# Effect of Activated Carbon on Excel?



## Betowess (Dec 9, 2004)

Does activated carbon render any effect to Excel? I know UV nuetralizes Excel. Just wondering if carbon does anything to its algae killing properties/plant growth qualities - or such. Because I currently have a LOT of activated carbon in one of my filters to clear up some tinting by newish ADA Aqua Soil. I'll pull out the carbon if it does, as I'm dosing 30-35 mls of Excel everyday and don't want to waste it.
Thanks, bob


----------



## epicfish (Sep 11, 2006)

I know that in hospitals, air filters containing activated carbon are used to trap aerosol/vaporized chemicals, including glutaraldehyde.

Excel contains an isomer of glutaraldehyde...so I'm guessing some, if not most of your Excel will be inactivated by the carbon. 

Just a guess though.


----------



## Betowess (Dec 9, 2004)

epicfish said:


> I know that in hospitals, air filters containing activated carbon are used to trap aerosol/vaporized chemicals, including glutaraldehyde.
> 
> Excel contains an isomer of glutaraldehyde...so I'm guessing some, if not most of your Excel will be inactivated by the carbon.
> 
> Just a guess though.


OK, Thanks!
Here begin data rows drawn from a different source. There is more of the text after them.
/**
 * summary.tex: one row per dataset with the measures as columns, a longtable that breaks across
 * pages, landscape when the columns are many, the packages it needs named at its top, user
 * text escaped. (LaTeX itself is not installed here: the structure is checked, against the
 * longtable and booktabs package documentation for the commands used.)
 */
import { describe, expect, it } from 'vitest';
import { latexNumber, summaryTex } from '../../src/report/summary-tex.ts';
import { activityFixture, weightsFixture } from '../fixtures/audit-result.ts';

/** Body rows that hold a dataset (they start with its \texttt id). */
const datasetRows = (tex: string) => tex.split('\n').filter((l) => l.startsWith('\\texttt{'));
/** Column separators of a row, not counting escaped ampersands. */
const cells = (row: string) => row.replace(/\\&/g, '').split('&').length;

describe('summaryTex', () => {
  it('activity fixture: a row per dataset, a column per measure, its interval on the line below', () => {
    const r = activityFixture();
    const tex = summaryTex(r);
    expect(tex.split('\n')[1]).toBe('% Needs in the preamble: \\usepackage{booktabs} \\usepackage{longtable} \\usepackage{pdflscape}');
    const rows = datasetRows(tex);
    expect(rows.length).toBe(r.datasets.length);
    // 7 measures + event-based population sparseness = 8 measure columns, plus dataset and group.
    expect(tex).toContain('\\begin{longtable}{llrrrrrrrr}');
    for (const row of rows) expect(cells(row)).toBe(10);
    // rig-a-2024-01 population sparseness 0.4948… → 0.495, interval [0.4712, 0.5179] → [0.471, 0.518] (fixture).
    expect(rows[0]).toMatch(/^\\texttt\{rig-a-2024-01\} & rig A & 0\.495 & /);
    const below = tex.split('\n')[tex.split('\n').indexOf(rows[0]!) + 1]!;
    expect(below).toMatch(/^ &  & \{\\scriptsize \[0\.471, 0\.518\]\} & /);
    // 8 measure columns > 5: a landscape page; column heads repeat on every page (\endhead).
    expect(tex).toContain('\\begin{landscape}');
    expect(tex).toContain('\\endhead');
    expect(tex.match(/\\begin\{/g)?.length).toBe(tex.match(/\\end\{/g)?.length);
  });

  it('weights fixture: no interval row, portrait when the columns are few', () => {
    const r = weightsFixture();
    const tex = summaryTex(r);
    expect(datasetRows(tex).length).toBe(r.datasets.length);
    expect(tex).not.toContain('\\scriptsize');
    const measureCols = Object.keys(r.datasets[0]!.measures).length;
    expect(tex.includes('\\begin{landscape}')).toBe(measureCols > 5);
    expect(tex).toContain('estimate of each measure per dataset (no sampling intervals).}'); // the caption says so
  });

  it('escapes dataset ids and groups, and writes small numbers in math mode', () => {
    const r = activityFixture();
    r.datasets[0]!.id = 'a_b & 100%';
    r.datasets[0]!.group = '#1 {x}';
    const tex = summaryTex(r);
    expect(tex).toContain('\\texttt{a\\_b \\& 100\\%} & \\#1 \\{x\\} &');
    expect(latexNumber(0.000123)).toBe('$1.23\\times10^{-4}$');
    expect(latexNumber(-0.5)).toBe('$-$0.500');
    expect(latexNumber(null)).toBe('---');
  });
});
Out comes the AC. Anybody else know, please chime in.


----------



## epicfish (Sep 11, 2006)

...sorry, I lose.

Excel and activated carbon - Aquatic Plant Central- aquascaping...a living art

It doesn't have an impact.


----------



## Betowess (Dec 9, 2004)

epicfish said:


> ...sorry, I lose.
> 
> Excel and activated carbon - Aquatic Plant Central- aquascaping...a living art
> 
> It doesn't have an impact.


LOL. thanks for doing my research. Now it goes back in! I did notice some new BBA was turning white and the Eriocaulon cinereum and HC are very happy!


----------



## VITARTE (Jan 28, 2005)

UV neutrilizes Excel? Really? ( not being sarcastic )
Didn't know that one.
I've read about affecting Iron ( some say it does, others it doesn't )
Care to elaborate.
Rafo.


----------



## stagger (Apr 5, 2006)

If carbon works like it supose too, it will not only absorb the excel, but also absorb the trace elements, and ferts, making less avail for your plants.

IMO, carbon only is effective for a few days, so i dont even bother with it.
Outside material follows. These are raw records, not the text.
/**
 * Canaries: JavaScript front matter in an Eleventy input cannot run under Lacuna's shared
 * configuration (`.eleventy.js`), and a config file in the working directory is never loaded.
 * A positive control shows the canary does fire when the rules are off, so the test can fail.
 * Engine names are those Eleventy 3.1 registers (UserConfig.js) plus gray-matter's `js` alias.
 */
import { existsSync } from 'node:fs';
import { mkdir, mkdtemp, readdir, rm, writeFile } from 'node:fs/promises';
import { tmpdir } from 'node:os';
import { join } from 'node:path';
import Eleventy from '@11ty/eleventy';
import { afterAll, beforeAll, describe, expect, it } from 'vitest';
import { loadSharedConfig, writePages } from '../../src/report/eleventy.ts';

let tmp = '';
beforeAll(async () => {
  tmp = await mkdtemp(join(tmpdir(), 'lacuna-frontmatter-'));
});
afterAll(async () => {
  if (tmp) await rm(tmp, { recursive: true, force: true });
});

/** A template whose front matter, if evaluated, names an output file `canary-42.html`. */
const canary = (engine: string) => `---${engine}\n{ permalink: "canary-" + (6 * 7) + ".html" }\n---\nbody\n`;

async function build(engine: string, locked: boolean): Promise<{ error: unknown; files: string[] }> {
  const input = join(tmp, `in-${engine}-${locked}`);
  const output = join(tmp, `out-${engine}-${locked}`);
  await mkdir(input, { recursive: true });
  await writeFile(join(input, 'page.njk'), canary(engine));
  const { configureLacunaSite } = await loadSharedConfig(); // the top-level .eleventy.js
  const elev = new Eleventy(input, output, { quietMode: true, configPath: '', config: locked ? (cfg) => configureLacunaSite(cfg) : undefined });
  elev.disableLogger();
  let error: unknown = null;
  try {
    await elev.write();
  } catch (e) {
    error = e;
  }
  return { error, files: existsSync(output) ? await readdir(output) : [] };
}

/** Messages of an error and its causes (Eleventy keeps the inner error as `originalError`). */
function chain(e: unknown): string {
  const out: string[] = [];
  for (let x = e; x instanceof Error && out.length < 10; ) {
    out.push(x.message);
    const next = x as Error & { originalError?: unknown; cause?: unknown };
    x = next.originalError ?? next.cause;
  }
  return out.join(' <- ');
}

describe('JavaScript front matter', () => {
  it('positive control: with Eleventy defaults the canary runs (so the check below can fail)', async () => {
    const { error, files } = await build('js', false);
    expect(error).toBeNull();
    expect(files).toContain('canary-42.html');
  });

  it.each(['js', 'javascript', 'jsLegacy', 'JS', 'node'])('---%s is refused and never evaluated under the shared config', async (engine) => {
    const { error, files } = await build(engine, true);
    expect(error).not.toBeNull();
    expect(files).not.toContain('canary-42.html');
    if (engine !== 'node') expect(chain(error)).toMatch(/refused/);
  });
});

describe('writePages', () => {
  it('never loads an Eleventy config file from the working directory', async () => {
    const cwd = join(tmp, 'workspace');
    await mkdir(cwd, { recursive: true });
    const marker = join(tmp, 'config-ran');
    for (const name of ['.eleventy.js', 'eleventy.config.js', 'eleventy.config.mjs', 'eleventy.config.cjs']) {
      await writeFile(join(cwd, name), `require('node:fs').writeFileSync(${JSON.stringify(marker)}, 'x'); module.exports = () => ({});\n`);
    }
    await writeFile(join(cwd, 'package.json'), '{"type":"commonjs"}');
    const before = process.cwd();
    process.chdir(cwd);
    try {
      await writePages([{ kind: 'latest', file: 'index.html', title: 't', heading: 'h', audit: 'a', version: 'v', root: '', nav: [], model: { title: 't', version: 'v', target: 'v/index.html' } }], join(tmp, 'pages-out'));
    } finally {
      process.chdir(before);
    }
    expect(existsSync(join(tmp, 'pages-out', 'index.html'))).toBe(true);
    expect(existsSync(marker)).toBe(false);
  });

  it('refuses output paths that could leave the output folder', async () => {
    for (const file of ['../x.html', '/etc/x.html', 'a/../../x.html', 'a\\b.html', '']) {
      await expect(writePages([{ kind: 'site', file, title: '', heading: '', audit: '', version: '', root: '', nav: [], model: { audits: [] } }], join(tmp, 'never'))).rejects.toThrow(/not a plain relative path/);
    }
    expect(existsSync(join(tmp, 'never'))).toBe(false);
  });
});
Carbon does have 1 great use and benefit, removing medications when needed!


----------



## Betowess (Dec 9, 2004)

stagger said:


> If carbon works like it supose too, it will not only absorb the excel, but also absorb the trace elements, and ferts, making less avail for your plants.
> 
> IMO, carbon only is effective for a few days, so i dont even bother with it.
> 
> Carbon does have 1 great use and benefit, removing medications when needed!


Many with ADA Aqua Soil use activated carbon to remove tea colored water which the peat in AS causes. I'm aware that most planted tanks don't use activated carbon, but even Amano uses it and recommends it when starting up a tank with Aqua Soil.


----------



## Betowess (Dec 9, 2004)

VITARTE said:


> UV neutrilizes Excel? Really? ( not being sarcastic )
> Didn't know that one.
> I've read about affecting Iron ( some say it does, others it doesn't )
> Care to elaborate.
> Rafo.


I recollect reading that in Scolley's old thread. After a brief search I couldn't find anything. Perhaps I'm mixing that up with traces, but I sent a query to Seachem to clear it up and will post. Seachem is pretty good about answering emailed questions, I believe.


----------



## Momotaro (Feb 21, 2003)

> UV neutrilizes Excel?


I will be interested to hear what Seachem has to say about UV and Excel. Thanks for asking them, Betowess! roud: 

As I understand it, the isomer of glutaraldehyde is affected by light. That it why it (and Flourish Excel) is kept in an opaque container. Like many other chemicals, light breaks it down. That is why I dose Excel when the lights go out in the aquarium. That is also why I believe Excel in conjunction with and aquarium black out works great to kill off algae.


Mike


----------



## Betowess (Dec 9, 2004)

I'll let you know Mike. I just read through the whole thread on Excel overdosing over at APC (saw you there too :wink: ). But found nothing...though its a great thread. Then I was reading through our PT thread on BBA and Excel and found this one by Brandon Miles.



briandmiles said:


> Gluteraldehyde is, in fact, degraded by photons in the UV spectrum. It is commonly used in my field of work and always in an opaque, covered container. You may want to reduce your photoperiod as well since that would have a dual effect of less gluteraldehyde degradation and less light for the algae. In high concentrations it needs 8-12 hours to work so I wouldn't be suprised if it takes at least 8-10 days in the concentrations that overdosing Flourish Excel would produce. Contact for humans isn't a problem so I would assume the plants and animals should be fine if you don't overdo it.
> 
> Brian


I have been dosing Excel at night after my Auto water change is done and will continue to do so. Glad you mentioned that as I hadn't thought of light degradation. :thumbsup: .


----------



## Nightshop (May 12, 2006)

So are you using the BioChem-Zorb in your XP3, Betowess?


----------



## Betowess (Dec 9, 2004)

No, just standard Activated carbon in a large media bag - both from BigAls or the Drs Foster&Smith... don't remember source. But it is in the XP3, not in my Ehiem 2128. I had a free media basket in the XP3.


----------



## trc_pdx (Mar 13, 2004)

From the Excel FAQ at Seachem:



> Q: I have a AP Bio-Chem Zorb pouch in my filtration system. Will it scavange the organic component of Flourish Excel?
> A: Chemical filtration medias will have a very minimal impact on Flourish Excel but not enough to warrant removing them from your filter when you dose this product.


----------



## plantbrain (Dec 15, 2003)

Given that Excel decomposes fairly fast and it takes a littlwe while for the Carbon to absorb it, I could say that it has a "minimal effect" on Excel also:icon_idea 

The amount of Excel's active ingredient relative to Activated carbon is not particularly good and the age of the activated carbon is another issue.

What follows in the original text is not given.